▶ _Assignment_: Each line below that contains the word "records" must be copied.

[Collected data entries]

= Beginning of Section =

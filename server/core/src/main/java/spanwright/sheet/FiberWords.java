package spanwright.sheet;

import java.util.List;
import java.util.OptionalInt;
import java.util.regex.Matcher;
import java.util.regex.Pattern;
import org.jspecify.annotations.Nullable;
import spanwright.plant.FiberColors;
import spanwright.plant.FiberRange;
import spanwright.records.RecordsView;
import spanwright.records.Relation;
import spanwright.splicing.FiberCount;

/**
 * Fibers as a line names them: {@code 7}, {@code 1-12}, {@code 12-1}; {@code tube 3}, {@code tube GR}, {@code tubes 1-3}
 * whole; {@code tube GR 1-6}, {@code tube GR SL} by their places within the tube. Colours are those of the cable's own
 * order, never others.
 */
final class FiberWords {

    private static final Pattern RANGE = Pattern.compile("([0-9]{1,6})(?:-([0-9]{1,6}))?");
    private static final String BAD_NUMBER = "bad-number";

    private final RecordsView records;

    FiberWords(RecordsView records) {
        this.records = records;
    }

    /** The fibers that words name on a leg. */
    FiberRange read(List<Word> words, CableLeg leg, TextPlace after) throws MistakeFound {
        if (words.isEmpty()) {
            throw new MistakeFound(
                    new TextPlace(after.line(), after.column() + after.length(), 0),
                    "fibers-missing",
                    "No fibers are named after " + leg.name() + ".",
                    "Write a range such as " + leg.name() + " 1-"
                            + Math.min(12, leg.type().fibers()) + ", or " + leg.name() + " tube 1.");
        }
        Word first = words.get(0);
        boolean tubes = first.is("tube") || first.is("tubes");
        int most = tubes ? 3 : 1;
        if (words.size() > most) {
            Word extra = words.get(most);
            throw new MistakeFound(
                    extra.place(),
                    "word-too-many",
                    "'" + extra.text() + "' is not understood after the fibers.",
                    "Write one range a line; what else is to be said stands behind a semicolon.");
        }
        return tubes ? inTubes(words, leg) : fibers(first, leg);
    }

    private FiberRange fibers(Word word, CableLeg leg) throws MistakeFound {
        FiberRange range = range(word, "a number, a range such as 1-12, or tube and its number or letters");
        int most = leg.type().fibers();
        if (Math.max(range.first(), range.last()) > most) {
            String count = inAnotherCount(leg, range);
            throw new MistakeFound(
                    word.place(),
                    "number-above-count",
                    range + " is too large: " + leg.cable().code() + " has fibers 1 to " + most + "."
                            + (count == null ? "" : " " + count),
                    count == null
                            ? "Name fibers that the cable has."
                            : "Write the cable's own numbers; both are shown.");
        }
        return range;
    }

    /** Where the numbers are those of another count: which fibers bear them there. Both are said, none is inferred. */
    private @Nullable String inAnotherCount(CableLeg leg, FiberRange range) {
        for (FiberCount count : records.fiberCounts()
                .owned(Relation.CABLE_COUNTS, leg.cable().id())
                .toList()) {
            if (count.numbers().contains(range.first()) && count.numbers().contains(range.last())) {
                return count.name() + " " + range + " are fibers " + own(count, range) + " of "
                        + leg.cable().code() + ".";
            }
        }
        return null;
    }

    private static FiberRange own(FiberCount count, FiberRange range) {
        return new FiberRange(
                count.fibers().at(Math.abs(range.first() - count.numbers().first())),
                count.fibers().at(Math.abs(range.last() - count.numbers().first())));
    }

    private static FiberRange inTubes(List<Word> words, CableLeg leg) throws MistakeFound {
        Word first = words.get(0);
        if (words.size() == 1) {
            throw new MistakeFound(
                    first.place(),
                    "tube-missing",
                    "No tube is named.",
                    "Write its number or letters: "
                            + ColorLetters.list(leg.colors(), leg.type().tubes()) + ".");
        }
        Word which = words.get(1);
        FiberRange tubes = positions(
                which,
                leg.colors(),
                leg.type().tubes(),
                "tubes of " + leg.cable().code());
        if (words.size() == 2) {
            return tubes.step() > 0
                    ? new FiberRange(
                            leg.fibersOf(tubes.first()).first(),
                            leg.fibersOf(tubes.last()).last())
                    : falling(which);
        }
        if (tubes.count() > 1) {
            throw new MistakeFound(
                    which.place(),
                    "several-tubes",
                    "Fibers by their places in a tube belong to one tube, and " + which.text() + " are several.",
                    "Write a line a tube, or the fibers' own numbers.");
        }
        FiberRange tube = leg.fibersOf(tubes.first());
        FiberRange places = positions(
                words.get(2),
                leg.colors(),
                tube.count(),
                "fibers in " + leg.tubeName(tubes.first()) + " of "
                        + leg.cable().code());
        return new FiberRange(tube.first() + places.first() - 1, tube.first() + places.last() - 1);
    }

    private static FiberRange falling(Word which) throws MistakeFound {
        throw new MistakeFound(
                which.place(),
                "tubes-falling",
                "Whole tubes are named in rising order, and " + which.text() + " falls.",
                "Write a line a tube.");
    }

    /** Positions in a colour order, by number or letters. */
    private static FiberRange positions(Word word, FiberColors colors, int last, String what) throws MistakeFound {
        OptionalInt one = ColorLetters.find(colors, last, word.text());
        if (one.isPresent()) {
            return FiberRange.of(one.getAsInt());
        }
        int dash = word.text().indexOf('-');
        if (dash > 0) {
            OptionalInt from = ColorLetters.find(colors, last, word.text().substring(0, dash));
            OptionalInt to = ColorLetters.find(colors, last, word.text().substring(dash + 1));
            if (from.isPresent() && to.isPresent()) {
                return new FiberRange(from.getAsInt(), to.getAsInt());
            }
        }
        Matcher numbers = RANGE.matcher(word.text());
        if (!numbers.matches()) {
            throw new MistakeFound(
                    word.place(),
                    "no-such-color",
                    "'" + word.text() + "' is not one of the " + what + ".",
                    "They are 1 to " + last + ": " + ColorLetters.list(colors, last) + ".");
        }
        FiberRange range = range(word, "a number or letters");
        if (Math.max(range.first(), range.last()) > last) {
            throw new MistakeFound(
                    word.place(),
                    "number-above-count",
                    range + " is too large: the " + what + " are 1 to " + last + ".",
                    "They are " + ColorLetters.list(colors, last) + ".");
        }
        return range;
    }

    /** A number or a range from 1. */
    static FiberRange range(Word word, String right) throws MistakeFound {
        Matcher written = RANGE.matcher(word.text());
        if (!written.matches()) {
            throw new MistakeFound(
                    word.place(), BAD_NUMBER, "'" + word.text() + "' is no range.", "Write " + right + ".");
        }
        int first = Integer.parseInt(written.group(1));
        int last = written.group(2) == null ? first : Integer.parseInt(written.group(2));
        if (first < 1 || last < 1) {
            throw new MistakeFound(word.place(), BAD_NUMBER, "Numbers begin at 1.", "Write " + right + ".");
        }
        return new FiberRange(first, last);
    }
}
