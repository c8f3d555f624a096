package spanwright.exchange;

import static org.assertj.core.api.Assertions.assertThat;

import java.io.IOException;
import java.nio.file.Files;
import java.nio.file.Path;
import java.util.ArrayList;
import java.util.List;
import java.util.stream.Stream;
import org.assertj.core.api.SoftAssertions;
import org.junit.jupiter.api.Test;
import org.junit.jupiter.params.ParameterizedTest;
import org.junit.jupiter.params.provider.MethodSource;
import spanwright.network.Snapshot;

/**
 * Every folder of {@code demo-data/cases/broken} is refused with the faults that its {@code faults.txt} lists: file
 * and line exactly and in order, and of the sentence a part.
 */
class BrokenFolderTest {

    private static final Path CASES = Path.of(System.getProperty("repository.root"), "demo-data", "cases", "broken");

    static Stream<String> cases() throws IOException {
        try (Stream<Path> folders = Files.list(CASES)) {
            return folders.map(folder -> folder.getFileName().toString()).sorted().toList().stream();
        }
    }

    @Test
    void there_are_as_many_cases_as_there_are_kinds_of_fault_and_more() throws IOException {
        assertThat(cases().count()).isGreaterThanOrEqualTo(60);
    }

    @ParameterizedTest
    @MethodSource("cases")
    void is_refused_with_every_fault_in_its_place(String name) throws IOException {
        Path folder = CASES.resolve(name);
        List<String> expected = Files.readAllLines(folder.resolve("faults.txt"));
        List<String> found = FolderLoad.load(folder, Snapshot.empty().edit(), FolderLoad.Progress.NONE).stream()
                .map(Fault::toString)
                .toList();
        assertThat(places(found)).as(String.join("\n", found)).isEqualTo(places(expected));
        SoftAssertions softly = new SoftAssertions();
        for (int index = 0; index < expected.size(); index++) {
            String part =
                    expected.get(index).substring(places(expected).get(index).length() + 2);
            softly.assertThat(found.get(index)).contains(part);
        }
        softly.assertAll();
    }

    private static List<String> places(List<String> faults) {
        List<String> places = new ArrayList<>();
        for (String fault : faults) {
            String[] parts = fault.split(": ", 2);
            places.add(parts[0]);
        }
        return places;
    }
}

= End of Section =

▶ _Exercise output_:
import spanwright.records.RecordsView;
import spanwright.records.Relation;
    private final RecordsView records;
    FiberWords(RecordsView records) {
        this.records = records;
        for (FiberCount count : records.fiberCounts()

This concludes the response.